Jul 2, 2022

Study of Penn Patients with Decade-Long Leukemia Remissions after CAR T Cell Therapy Reveals New Details About Persistence of Personalized “Living Drug” Cells

Posted by in categories: biotech/medical, genetics

PHILADELPHIA — In the summer of 2010, Bill Ludwig and Doug Olson were battling an insidious blood cancer called chronic lymphocytic leukemia (CLL). They’d both received numerous treatments, and as remaining options became scarce, they volunteered to become the first participants in a clinical trial of an experimental therapy underway at the Abramson Cancer Center and the Perelman School of Medicine at the University of Pennsylvania. The treatment would eradicate their end-stage leukemia, generate headlines across the globe, and usher in a new era of highly personalized medicine. Called Chimeric Antigen Receptor (CAR) T cells, these genetically modified tumor-targeting cells are a living drug made for each patient out of their own cells. Today, an analysis of these two patients published in Nature from the Penn researchers and colleagues from Children’s Hospital of Philadelphia explains the longest persistence of CAR T cell therapy recorded to date against CLL, and shows that the CAR T cells remained detectable at least a decade after infusion, with sustained remission in both patients.
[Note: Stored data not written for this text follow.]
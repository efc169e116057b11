//! The plain-text report for people, written from the typed report
//! ([`super::types`]) and the need it answers; it reads no JSON back and
//! computes nothing the report does not hold.

use super::json::enum_name;
use super::types::{DesignReport, PartEntry, Report, Status};
use super::CAUTIONS;
use crate::need::Need;
use crate::schematic::{format_ohms, format_quantity};
use std::fmt::Write as _;

/// Text that came from the user (labels, units, part ids), made safe for a
/// terminal: control characters become `?`.
pub(crate) fn clean(text: &str) -> String {
    text.chars()
        .map(|c| if c.is_control() { '?' } else { c })
        .collect()
}

/// A number with `sig` significant digits, in plain notation where that
/// reads well and in exponent notation for the very small or large.
pub(crate) fn num(v: f64, sig: usize) -> String {
    if !v.is_finite() {
        return format!("{v}");
    }
    if v == 0.0 {
        return "0".to_string();
    }
    // The exponent of the value as rounded to `sig` digits (so 0.09999
    // at three digits counts as 0.100, not 0.0999...).
    let sig = sig.max(1);
    let scientific = format!("{:.*e}", sig - 1, v);
    let mag: i32 = scientific
        .rsplit('e')
        .next()
        .and_then(|e| e.parse().ok())
        .unwrap_or(0);
    if !(-4..6).contains(&mag) {
        return scientific;
    }
    let decimals = (sig as i32 - 1 - mag).max(0) as usize;
    format!("{v:.decimals$}")
}

/// A voltage with an SI prefix, as the schematic and BOM write it.
fn volts_eng(v: f64) -> String {
    format_quantity(v, "V")
}

/// Column alignment of a text table.
#[derive(Clone, Copy, PartialEq)]
pub(crate) enum Align {
    Left,
    Right,
}

/// A plain text table: columns padded to their widest cell.
pub(crate) struct Table {
    header: Vec<String>,
    align: Vec<Align>,
    rows: Vec<Vec<String>>,
}

impl Table {
    pub(crate) fn new(columns: &[(&str, Align)]) -> Table {
        Table {
            header: columns.iter().map(|(h, _)| h.to_string()).collect(),
            align: columns.iter().map(|(_, a)| *a).collect(),
            rows: Vec::new(),
        }
    }

    pub(crate) fn row(&mut self, cells: Vec<String>) {
        self.rows.push(cells);
    }

    /// A rule across the table, drawn before the next row.
    fn rule(&mut self) {
        self.rows.push(Vec::new());
    }

    pub(crate) fn render(&self, out: &mut String, indent: &str) {
        let n = self.header.len();
        let mut width: Vec<usize> = self.header.iter().map(|h| h.chars().count()).collect();
        for r in &self.rows {
            for (i, c) in r.iter().enumerate().take(n) {
                width[i] = width[i].max(c.chars().count());
            }
        }
        let line = |cells: &[String]| {
            let mut s = String::from(indent);
            for (i, (w, align)) in width.iter().zip(&self.align).enumerate() {
                let cell = cells.get(i).map(String::as_str).unwrap_or("");
                let pad = w.saturating_sub(cell.chars().count());
                if i > 0 {
                    s.push_str("  ");
                }
                match align {
                    Align::Left => {
                        s.push_str(cell);
                        if i + 1 < n {
                            s.push_str(&" ".repeat(pad));
                        }
                    }
                    Align::Right => {
                        s.push_str(&" ".repeat(pad));
                        s.push_str(cell);
                    }
                }
            }
            s.trim_end().to_string()
        };
        let total: usize = width.iter().sum::<usize>() + 2 * n.saturating_sub(1);
        let _ = writeln!(out, "{}", line(&self.header));
        let _ = writeln!(out, "{indent}{}", "-".repeat(total));
        for r in &self.rows {
            if r.is_empty() {
                let _ = writeln!(out, "{indent}{}", "-".repeat(total));
            } else {
                let _ = writeln!(out, "{}", line(r));
            }
        }
    }
}
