/// A random design of one to three stages over the demo stock, and the
/// kinds of resistor it holds.
fn random_design(seed: u64, stock: &Stock, kinds: &[Kind]) -> (Design, Vec<Kind>) {
    let mut rng = Rng(seed | 1);
    let mut used = Vec::new();
    let mut n = 0;
    let mut stages = Vec::new();
    for _ in 0..1 + rng.below(3) {
        let shape = Shape::ALL[rng.below(Shape::ALL.len())];
        let amplifier = if shape == Shape::InstrumentationIntegrated {
            stock.inamps[rng.below(stock.inamps.len())].part_id.clone()
        } else {
            stock.opamps[rng.below(stock.opamps.len())].part_id.clone()
        };
        let mut resistors = BTreeMap::new();
        let optional: Vec<spanfit::shape::Role> = shape
            .optional_roles()
            .iter()
            .copied()
            .filter(|_| rng.below(2) == 0)
            .collect();
        for role in shape.required_roles().iter().chain(optional.iter()) {
            let (r, kind) = resistor(&mut rng, stock, kinds, &mut n);
            used.push(kind);
            resistors.insert(*role, r);
        }
        let source = |rng: &mut Rng| match rng.below(stock.references.len() + 1) {
            0 => Source::Supply,
            i => Source::Reference(stock.references[i - 1].part_id.clone()),
        };
        let mut injection = |rng: &mut Rng| match rng.below(3) {
            0 => Injection::Ground,
            1 => Injection::Direct {
                source: source(rng),
            },
            _ => {
                let (top, k1) = resistor(rng, stock, kinds, &mut n);
                let (bottom, k2) = resistor(rng, stock, kinds, &mut n);
                used.extend([k1, k2]);
                Injection::Divider {
                    source: source(rng),
                    top,
                    bottom,
                    buffered: rng.below(2) == 0,
                }
            }
        };
        let offset = injection(&mut rng);
        let bias = if shape == Shape::Inverting {
            injection(&mut rng)
        } else {
            Injection::Ground
        };
        let buffer = (shape == Shape::InstrumentationIntegrated && rng.below(2) == 0)
            .then(|| stock.opamps[rng.below(stock.opamps.len())].part_id.clone());
        // A capacitor across `rf` on half the stages that have one: a stock
        // part, or an inline one with random values.
        let feedback_capacitor = (shape.required_roles().contains(&spanfit::shape::Role::Rf)
            && rng.below(2) == 0)
            .then(|| {
                if !stock.capacitors.is_empty() && rng.below(2) == 0 {
                    stock.capacitors[rng.below(stock.capacitors.len())].clone()
                } else {
                    spanfit::stock::CapacitorPart {
                        part_id: if rng.below(2) == 0 {
                            "custom".to_string()
                        } else {
                            format!("MY-C{}", rng.below(1000))
                        },
                        value: spanfit::units::Farads(1e-12 * 10f64.powf(6.0 * rng.unit())),
                        tolerance: spanfit::units::Percent(20.0 * rng.unit()),
                        tempco: spanfit::units::PpmPerC(100.0 * rng.unit()),
                        dielectric: "C0G".to_string(),
                        rated: spanfit::units::Volts(0.0),
                        package: String::new(),
                        unit_cost: 0.1 * rng.unit(),
                        stock_qty: None,
                        family: None,
                    }
                }
            });
        stages.push(Stage {
            shape,
            amplifier,
            resistors,
            offset,
            bias,
            buffer,
            feedback_capacitor,
        });
    }
    (Design { stages }, used)
}

/// Cost and error of a design object of a report.
fn cost_and_error(design: &Value) -> (Value, Value) {
    (design["cost"].clone(), design["error"].clone())
}

fn analyse(need: &[u8], file: &[u8]) -> Result<Value, String> {
    analyze_bundle(need, "demo-need.toml", &[], file, "design.json")
        .map(|bundle| serde_json::to_value(bundle.report).unwrap_or_default())
        .map_err(|e| e.to_string())
}

proptest! {
    #![proptest_config(ProptestConfig { cases: 24, ..ProptestConfig::default() })]

    /// Random designs: written by `design_file_json`, read back by
    /// `parse_design` as the same design, and analysed by `analyze_bundle`
    /// to the same cost and error as the design itself.
    #[test]
    fn random_designs_read_back_with_the_same_cost_and_error(seed in any::<u64>()) {
        let (need, stock) = demo();
        let all = [Kind::Stock, Kind::Custom, Kind::OwnId, Kind::Generic];
        let (design, _kinds) = random_design(seed, &stock, &all);
        let file = design_file_json(&design, &stock).to_string();
        let again = parse_design(file.as_bytes(), "design.json", &stock)
            .map_err(|e| TestCaseError::fail(format!("{e}\n{file}")))?;
        prop_assert_eq!(&again, &design, "{}", file);
        let direct = evaluate(&need, &stock, &design).map_err(|e| e.to_string());
        let read = analyse(spanfit::demo::NEED_TOML.as_bytes(), file.as_bytes());
        match (direct, read) {
            (Ok(c), Ok(b)) => {
                prop_assert_eq!(Value::from(c.costing.total), b["design"]["cost"].clone());
                prop_assert_eq!(
                    Value::from(c.analysis.worst_case_pct_fs),
                    b["design"]["error"]["worst_case_pct_fs"].clone()
                );
                // And once more around through the report's own file.
                let file2 = b["design"]["file"].to_string();
                let b2 = analyse(spanfit::demo::NEED_TOML.as_bytes(), file2.as_bytes())
                    .map_err(TestCaseError::fail)?;
                prop_assert_eq!(cost_and_error(&b2["design"]), cost_and_error(&b["design"]));
                prop_assert_eq!(&b2["design"]["file"], &b["design"]["file"]);
            }
            (Err(a), Err(b)) => prop_assert_eq!(a, b),
            (a, b) => prop_assert!(false, "direct {:?} but read back {:?}", a.map(|_| ()), b.map(|_| ())),
        }
    }
}

/// The report's own `design.file` writer round-trips stock, generic,
/// `custom` and own-id inline resistors of every shape.
#[test]
fn the_report_file_reads_back_for_every_shape() {
    let (_, stock) = demo();
    let kinds = [Kind::Stock, Kind::Custom, Kind::OwnId, Kind::Generic];
    let mut seen = std::collections::BTreeSet::new();
    let mut seed = 1u64;
    while seen.len() < Shape::ALL.len() && seed < 10_000 {
        let (design, _) = random_design(seed, &stock, &kinds);
        seed += 1;
        if design.stages.len() != 1 || !seen.insert(design.stages[0].shape.name()) {
            continue;
        }
        let file = spanfit::design::design_file_json(&design, &stock).to_string();
        let again = parse_design(file.as_bytes(), "design.json", &stock).unwrap();
        assert_eq!(again, design, "{file}");
    }
    assert_eq!(seen.len(), Shape::ALL.len());
}

/// With `stock.only = false` and a shelf of one resistor, the solved
/// design holds generic series parts; its file reads back through
/// `analyze` to the same design object.
#[test]
fn a_design_of_generic_values_reads_back() {
    let need = spanfit::demo::NEED_TOML
        .replace("only = true", "only = false")
        .replace("path = \"../parts-data/demo-stock\"\n", "")
        .replace("max_stages = 3", "max_stages = 1")
        .replace("max_error_pct_fs = 0.5", "max_error_pct_fs = 2.5")
        // One in-amp stage with the rail's tolerance through PSRR and the
        // reference's load regulation spreads the raw output wider than a
        // 2 % margin holds; 5 % leaves room for it.
        .replace("margin_pct = 2.0", "margin_pct = 5.0")
        .replace(
            "topologies = [\"non-inverting\", \"inverting\", \"difference\", \"instrumentation\"]",
            "topologies = [\"instrumentation\"]",
        );
    assert!(need.contains("only = false") && need.contains("max_error_pct_fs = 2.5"));
    assert!(need.contains("margin_pct = 5.0"));
    assert!(need.contains("topologies = [\"instrumentation\"]"));
    let mut stock = spanfit::demo::stock_files();
    for f in &mut stock {
        if f.name == "resistors.csv" {
            f.bytes =
                b"part_id,value_ohms,tolerance_pct,tcr_ppm_per_c,package,unit_cost,stock_qty\n\
                        ONE-10K,10000,0.1,25,0603,0.5,\n"
                    .to_vec();
        }
    }
    let mut progress = |_: Progress| true;
    let clock = || 0.0;
    let mut control = SolveControl {
        progress: &mut progress,
        now_ms: &clock,
    };
    let solved = solve_bundle(need.as_bytes(), "need.toml", &stock, false, &mut control).unwrap();
    let solved = serde_json::to_value(solved).unwrap();
    let report = &solved["report"];
    assert_eq!(report["status"], "ok", "{}", report["reason"]);
    let file = report["design"]["file"].to_string();
    assert!(
        file.contains("GEN-"),
        "the design uses no generic part: {file}"
    );
    let analysed = analyze_bundle(
        need.as_bytes(),
        "need.toml",
        &stock,
        file.as_bytes(),
        "file",
    )
    .unwrap();
    let analysed = serde_json::to_value(analysed).unwrap();
    assert_eq!(analysed["report"]["design"], report["design"]);
}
“This long-term remission is remarkable, and witnessing patients living cancer-free is a testament to the tremendous potency of this “living drug” that works effectively against cancer cells,” said first author J. Joseph Melenhorst, PhD, a research professor of Pathology and Laboratory Medicine at Penn. “Witnessing our patients respond well to this innovative cellular therapy makes all of our efforts so worthwhile. being able to give them more time to live and to spend it with loved ones.”

CLL, the first cancer in which CAR T cells were studied and used at Penn, is the most common type of leukemia in adults. While treatment of the disease has improved, it remains incurable with standard approaches. Eventually, patients can become resistant to most therapies, and many still die of their disease.